そこで僕はさらに尋ねた。割と真剣味を込めて。
くるり、と向き直って。
「じゃあ、ちさとはさ、僕の事どう思ってる?幼馴染としてじゃなくて、男として」
僕の幼馴染のちさと。
今、僕の後ろで気だるげに相槌を打っていた彼女が、ポカンとなって、やおら口を開く。
「んー。フツーに好きだけど、恋人にはしたくないなー。頼りないし」
……ものっそい自然な感じでフラれた。
今の、結構、一世一代の告白のつもりだったんだけど。
「そっかぁ……」
めちゃくちゃ動揺するというより、シュンとしてしまう僕。
あ、やばい。ちょっと涙出てきた。
「何。マジでショック受けてる?ガチめに私の事好きだったりしたの?」
「……うん……」
「泣くな泣くな~。あたしなんかよりもっと相応しい子がいるって、多分。知らんけど」
からからと笑いながらちさとは僕の背中をバンバンと叩き、慰めてくれる。
慰めてるつもりなんだ、うん、これでも。
幼馴染だから分かる距離感、っていうか。デリカシーない感じも許容できるっていうか。
「そっかー。ゆーじ、あたしの事好きだったかー。でも何でなん?幼馴染ってだけで、そんなにあたしに女としての魅力ってあったか?」
ごく自然な感じでそんなことを訊いてくる。
「うーん……なんだろ」
「すぐ出てこないんじゃん」
苦笑しつつ、ちさとはベッドの上で腰掛けつつ、足をぶらぶらさせながらアイスを頬張る。
僕はプレイしていたゲームを中断させ、思案する。
あ、言い忘れてたけどここ、僕の部屋。
しゃくっ。
アイスを噛み千切り、ちさとは言う。
「あたし自身はさぁ」
僕からちさとに対する女としての魅力についての言及がないからか、ちさとは別の話を切り出すような話し方になる。

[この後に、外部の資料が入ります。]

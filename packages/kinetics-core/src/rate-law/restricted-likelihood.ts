import { leastDeviance } from "kinetics-core/inference";
import {
  correlatedLeastSquares,
  dot,
  type Matrix,
  type RestrictedFit,
  restrictedFit,
} from "kinetics-core/linear-algebra";
import { sum } from "kinetics-core/summation";

/**
 * Variance between runs (τ²) and between blocks by restricted maximum likelihood: the least of
 *     ln|V| + ln|XᵀV⁻¹X| + rᵀV⁻¹r,   V = diag(u² + τ²) + Σ_shared + σ_b² Z Zᵀ,   τ², σ_b² ≥ 0.
 * Its derivative by τ² is Σ P_jj − |P y|², by σ_b² it is Σ_b zᵀP z − (zᵀP y)² (Searle, Casella and McCulloch 1992,
 * 6.6). The least is located on a logarithmic grid, so that a second minimum is not missed, and refined on the
 * derivative's root.
 */
export interface VarianceComponents {
  readonly betweenRuns: number;
  readonly betweenBlocks: number;
}

export interface VarianceProblem {
  readonly terms: Matrix;
  readonly response: ArrayLike<number>;
  /** u² of each run, ≥ 0. */
  readonly stated: readonly number[];
  readonly shared: readonly ArrayLike<number>[];
  /** Runs of each block; empty where blocks are no part of the model. */
  readonly blocks: readonly (readonly number[])[];
}

/** Needs at least one degree of freedom (more runs than terms). */
export function varianceComponents(problem: VarianceProblem): VarianceComponents {
  const { terms, response, stated } = problem;
  const ones = stated.map(() => 1);
  const plain = correlatedLeastSquares(terms, response, ones, []);
  const scatter = plain.weightedSumOfSquares / (terms.rows - terms.columns);
  if (problem.shared.length === 0 && problem.blocks.length === 0) {
    const first = stated[0] ?? 0;
    // With equal u² the answer is in closed form: what the residual variance exceeds u² by.
    if (stated.every((value) => Math.abs(value - first) <= 1e-12 * first))
      return { betweenRuns: Math.max(0, scatter - first), betweenBlocks: 0 };
  }
  if (!(scatter > 0)) return { betweenRuns: 0, betweenBlocks: 0 };

  // P takes out the terms, so residuals serve as well as the response and leave less to rounding.
  const centred = { ...problem, response: plain.residuals };
  const fitAt = (betweenRuns: number, betweenBlocks: number) =>
    fitWithComponents(centred, betweenRuns, betweenBlocks);
  const runsGiven = (betweenBlocks: number) =>
    leastDeviance(
      (variance) => {
        const fit = fitAt(variance, betweenBlocks);
        return { deviance: fit.restrictedDeviance, slope: slopeByRuns(fit) };
      },
      scatter,
      stated.every((value) => value > 0),
    );
  if (problem.blocks.length === 0) return { betweenRuns: runsGiven(0), betweenBlocks: 0 };
  // At the best τ² for each σ_b² the slope along σ_b² alone is that of the profile.
  const betweenBlocks = leastDeviance(
    (variance) => {
      const fit = fitAt(runsGiven(variance), variance);
      return { deviance: fit.restrictedDeviance, slope: slopeByBlocks(fit, problem.blocks, terms.rows) };
    },
    scatter,
    true,
  );
  return { betweenRuns: runsGiven(betweenBlocks), betweenBlocks };
}

/** Blocks of one run differ from scatter by nothing but their variance on the diagonal. */
export function blockLoadings(blocks: readonly (readonly number[])[], rows: number): readonly Float64Array[] {
  return blocks.map((members) => {
    const column = new Float64Array(rows);
    for (const j of members) column[j] = 1;
    return column;
  });
}

function fitWithComponents(
  { terms, response, stated, shared, blocks }: VarianceProblem,
  betweenRuns: number,
  betweenBlocks: number,
): RestrictedFit {
  const variances = stated.map((value) => value + betweenRuns);
  const deviation = Math.sqrt(betweenBlocks);
  const columns: ArrayLike<number>[] = [...shared];
  if (betweenBlocks > 0) {
    for (const members of blocks) {
      const only = members[0];
      if (members.length === 1 && only !== undefined)
        variances[only] = (variances[only] ?? 0) + betweenBlocks;
      else {
        const column = new Float64Array(terms.rows);
        for (const j of members) column[j] = deviation;
        columns.push(column);
      }
    }
  }
  return restrictedFit(terms, response, variances, columns);
}

function slopeByRuns(fit: RestrictedFit): number {
  return sum(fit.projectionDiagonal) - dot(fit.projected, fit.projected);
}

function slopeByBlocks(fit: RestrictedFit, blocks: readonly (readonly number[])[], rows: number): number {
  return sum(blockLoadings(blocks, rows).map((z) => dot(z, fit.project(z)) - dot(z, fit.projected) ** 2));
}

「何ていうか、女としての魅力、って訊いてみたけどさ、それがどーゆーもんなのかも良く分かんないのよね。容姿以外の部分も含めて色々、あるとは思うんだけど」
「うん?」
なんだか要領を得ない話し方だ。あと、それさっきの話の続きなんだね。引っ張るんだ。
「いや、つーか、だからゆーじに訊きたくて。あたしの魅力」
僕は返答に窮して、思いついたことをただ口にする。
「……気兼ねなく一緒に居られるところかな?」
「それは幼馴染だからでしょー?あたし個人の魅力じゃないよね」
言われてみればそうかも。
長く一緒にいて、こんな風にフラれたのに普通に話せるところを見ても分かるように、なんか僕たちの関係って気軽で気安いんだ。
「それを踏まえて考えるとさ。あたしに魅力ってあんのかなぁ」
「……」
必要以上に自分を貶めるような事を言って、僕の気を和らげたいのか、逆に引きたいのか、どっちなんだろう。
前者かな。
「ま、そんな感じでさぁ」
ちさとは締めくくるように続けた。
「あたしの個人的な魅力ひとつ出てこないなら、今のままがいいでしょ。お互い」
「うん」
そうだね。そうかも。
そう思えるように、ちさとなりのフォローをくれた、ってことにしよう。
まだちょっと、ショックはあるけど。
「あ、ゆーじ、喉乾くでしょ。ジュース取ってきてあげる」
「あのね、ここ僕の家なんだけど」
「勝手知ったる幼馴染の冷蔵庫、ってね」
そう言うとちさとは階下のリビングへ向かい、冷蔵庫からジュースを取り出して、上がってきた。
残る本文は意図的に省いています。